Поначалу государственный аппарат Киевской Руси состоял из норманнов. В 907 году в списке состава посольства киевского князя Олега — только скандинавские имена: «посла к нима в град Карла, Фарлофа, Вельмуда, Рулава и Стемида». В 912 году — аналогичный состав: «мы от рода рускаго, Карлы, Инегелд, Фарлоф, Веремуд, Рулав, Гуды, Руалд, Карн, Фрелав, Руар, Актеву, Труан, Лидул, Фост, Стемид». Тридцать три года спустя среди «княжья и боляр» киевского великого князя оставались лишь трое варягов, остальные — люди с бесспорно славянскими именами: Святослав, Володислав, Передъяслава, Синко, Борич[339].
Греки принесли на Русь христианство, первое время они составляли основу не только церковной иерархии, но и «рядового» состава священнослужителей. Затем доля русских в общей численности клира естественным образом возрастала, и греков начали отодвигать от руководящих должностей. В конце концов «около 1480 г. у нас в архиерейскую присягу было включено обещание не принимать греков ни на митрополию, ни на епискорию»[340].

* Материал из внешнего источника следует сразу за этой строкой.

"""The compiler: a Plan becomes sqlglot syntax trees, never pasted strings.

A run is ONE scan of the events, materialised as one row per exposed unit (the table
``unit_rows``), followed by small result queries over that table. The unit query's
stages (CTEs):
  first_exposure  each unit's first exposure inside the experiment, its variant and
                  how many distinct variants it saw
  sessions        events joined to first exposures (inside the analysis window),
                  grouped once per (unit, session): every metric's session-level part,
                  the bot rules' inputs and, for dwell metrics, click/back time lists
  units           one row per unit holding every metric's per-unit value
  (unit select)   per-unit bot verdict and contamination flag; final metric columns

Result queries read only ``unit_rows`` and return a few rows each:
  moments         per-variant sufficient statistics with centred aggregates

The unit query reads two views, ``events`` and ``exposures``, that the engine registers.
"""

from __future__ import annotations

import datetime as dt
from dataclasses import dataclass

import sqlglot.expressions as exp

from metricforge.compile.expressions import qualify
from metricforge.spec.model import BotRule, Kind, MetricDef, Plan, RuleKind

UNIT_TABLE = "unit_rows"
EXACT = exp.DataType.build("DECIMAL(38, 10)")
DOUBLE = exp.DataType.build("DOUBLE")
BIGINT = exp.DataType.build("BIGINT")


@dataclass(frozen=True)
class MetricColumns:
    """Names of a metric's columns in the final result."""

    n: str
    mean_x: str
    var_x: str
    mean_y: str | None = None
    var_y: str | None = None
    cov_xy: str | None = None


def result_columns(metric: MetricDef) -> MetricColumns:
    base = metric.name
    if metric.is_ratio:
        return MetricColumns(
            f"{base}__n",
            f"{base}__mean_x",
            f"{base}__var_x",
            f"{base}__mean_y",
            f"{base}__var_y",
            f"{base}__cov_xy",
        )
    return MetricColumns(f"{base}__n", f"{base}__mean_x", f"{base}__var_x")


def _col(name: str, table: str | None = None) -> exp.Column:
    return exp.column(name, table=table)


def _lit(value: str | int | float) -> exp.Expr:
    if isinstance(value, str):
        return exp.Literal.string(value)
    return exp.Literal.number(value)


def _ts(value: dt.datetime) -> exp.Expr:
    return exp.cast(exp.Literal.string(value.isoformat(sep=" ")), "TIMESTAMP")


def _case(cond: exp.Expr, then: exp.Expr, default: exp.Expr | None = None) -> exp.Case:
    case = exp.Case().when(cond, then)
    return case.else_(default) if default is not None else case


def _and(*parts: exp.Expr | None) -> exp.Expr:
    kept = [p for p in parts if p is not None]
    return exp.and_(*kept) if kept else exp.true()


def _event_condition(metric: MetricDef, events: str) -> exp.Expr:
    kinds: exp.Expr | None = None
    if metric.events:
        kinds = _col("event", events).isin(*[_lit(e) for e in metric.events])
    where = exp.paren(qualify(metric.where, events)) if metric.where is not None else None
    return _and(kinds, where)
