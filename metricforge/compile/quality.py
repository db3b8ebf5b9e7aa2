"""Data quality counted in the one scan: unit_rows columns and the `data_quality` result.

A value expression (sum and mean metrics) is used only when it converts to the exact
DECIMAL(28, 10) (``exact``): a finite number of magnitude below 1e18 (the
engines' TRY_CAST gives NULL for NaN, ±infinity and anything larger, and DuckDB's also for
the one double just below 1e18). Other values are left out as if missing; an exact sum
of used values cannot overflow (DECIMAL(38, 10)). One conversion both tests and converts
each value, which costs a scan less than a separate magnitude test. The scan counts, per
unit, in the experiment window:

  dq_duplicate_exposures     exposure rows that repeat another row of the unit exactly
                             (same variant and time) inside the experiment's dates
  dq_ignored_<metric>        matching events whose value was NaN, infinite or too large
  dq_negative_<metric>       matching events whose (used) value was below zero

The result query ``data_quality`` sums them per variant, with the units that have no
event in their window. Nothing here reads the events a second time.
"""

from __future__ import annotations

import sqlglot.expressions as exp

from metricforge.compile.sqlparts import case
from metricforge.spec.model import Kind, MetricDef, Plan

DUPLICATE_EXPOSURES = "dq_duplicate_exposures"
UNITS_WITHOUT_EVENTS = "units_without_events"


def ignored_column(metric: str) -> str:
    return f"dq_ignored_{metric}"


def negative_column(metric: str) -> str:
    return f"dq_negative_{metric}"


def has_value(metric: MetricDef) -> bool:
    return metric.kind in (Kind.SUM, Kind.MEAN)


EXACT = exp.DataType.build("DECIMAL(28, 10)")  # 18 integer digits: magnitude below 1e18


def exact(value: exp.Expr) -> exp.Expr:
    """``value`` as an exact decimal; NULL when it is NULL, NaN, ±infinite or too large.

    TRY_CAST, not CAST: an engine may hoist a cast out of the CASE around it and apply it
    to every row, and a failed cast must not stop the run.
    """
    return exp.TryCast(this=value.copy(), to=EXACT.copy())


def value_checks(
    cond: exp.Expr, value: exp.Expr, used: exp.Expr, metric: MetricDef
) -> list[tuple[str, exp.Expr]]:
    """Session-level counts of ignored and negative values: (column, aggregate).

    ``used`` is the metric's own ``CASE WHEN cond THEN exact(value) END``, the expression
    its sum aggregates; both counts are written around it, so the engine converts each
    value once (DuckDB shares identical expressions): ignored = matching non-NULL values
    minus the used ones; negative = used values below zero, the cheap comparison first.
    """
    ignored = exp.Sub(
        this=exp.Count(this=case(cond, value)), expression=exp.Count(this=used.copy())
    )
    negative = case(
        exp.and_(
            cond.copy(),
            exp.paren(value.copy()) < exp.Literal.number(0),
            used.copy().is_(exp.null()).not_(),
        ),
        exp.Literal.number(1),
    )
    return [
        (ignored_column(metric.name), ignored),
        (negative_column(metric.name), exp.Count(this=negative)),
    ]


def unit_columns(plan: Plan) -> list[str]:
    """The data-quality columns of ``unit_rows`` (besides the duplicate exposures)."""
    out: list[str] = []
    for metric in plan.metrics:
        if has_value(metric):
            out += [ignored_column(metric.name), negative_column(metric.name)]
    return out


def data_quality_query(plan: Plan, table: str) -> exp.Select:
    """Per variant: exposed units, units without events and the summed counts."""

    def total(column: str) -> exp.Expr:
        return exp.alias_(exp.cast(exp.Sum(this=exp.column(column)), "BIGINT"), column)

    no_events = exp.Case().when(
        exp.column("n_events").eq(exp.Literal.number(0)), exp.Literal.number(1)
    )
    select = exp.select(
        exp.column("variant"),
        exp.alias_(exp.Count(this=exp.Star()), "units"),
        exp.alias_(
            exp.cast(exp.Sum(this=no_events.else_(exp.Literal.number(0))), "BIGINT"),
            UNITS_WITHOUT_EVENTS,
        ),
        total(DUPLICATE_EXPOSURES),
    )
    for column in unit_columns(plan):
        select = select.select(total(column))
    return select.from_(table).group_by(exp.column("variant")).order_by(exp.column("variant"))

Административные качества немцев были жизненно необходимы Российской империи, поэтому вытеснение немцев с руководящих постов растянулось на целую застойную эпоху. Госсекретарь А. А. Половцов (80–90-е XIX века) писал в дневнике: «Разыгрывается травля против всего, что не имеет великорусского образа: немцы, поляки, финны, евреи, мусульмане объявляются врагами России»[341]. Знаменитый генерал Скобелев в феврале 1882 года в Париже, выступая перед сербскими студентами Сорбонны, говорил: «Мы не хозяева в собственном доме. Да! Чужеземцы у нас везде. Мы игрушки его политики, жертвы его интриг, рабы его силы… Вы все его знаете — это немец. Борьба между славянами и тевтонами неизбежна, и очень близка». Скобелев откровенно воспроизвел настроение кругов, близких к правящим[342].
Первые послереволюционные годы евреи, латыши, закавказские народы были, мягко говоря, широко представлены в руководстве Коммунистической партии и Советского государства. Русские там были в абсолютном меньшинстве. Но прошло каких-нибудь двадцать-тридцать лет, и национальный состав управленцев радикально поменялся. А к 70–80-м годам национальные меньшинства остались в основном на «декоративных» должностях, и союзное правительство по национальному признаку было скорее правительством РСФСР.
Так что стенания нынешних национал-патриотов по поводу засилья «нерусского элемента» в бизнесе[343] не продлятся долго. Не надо быть провидцем, чтобы предсказать, как будет меняться национальный состав банкиров и промышленников в ближайшие годы.
Присущая русским двойственность стереотипов поведения ярче всего проявляется в эмиграции. Здесь, как и на родине, наши соотечественники могут существовать в одном из двух режимов деятельности — нестабильном (конкурентном) или стабильном (застойно-иждивенческом). Выбор того или иного режима существования в решающей степени определяется внешней средой.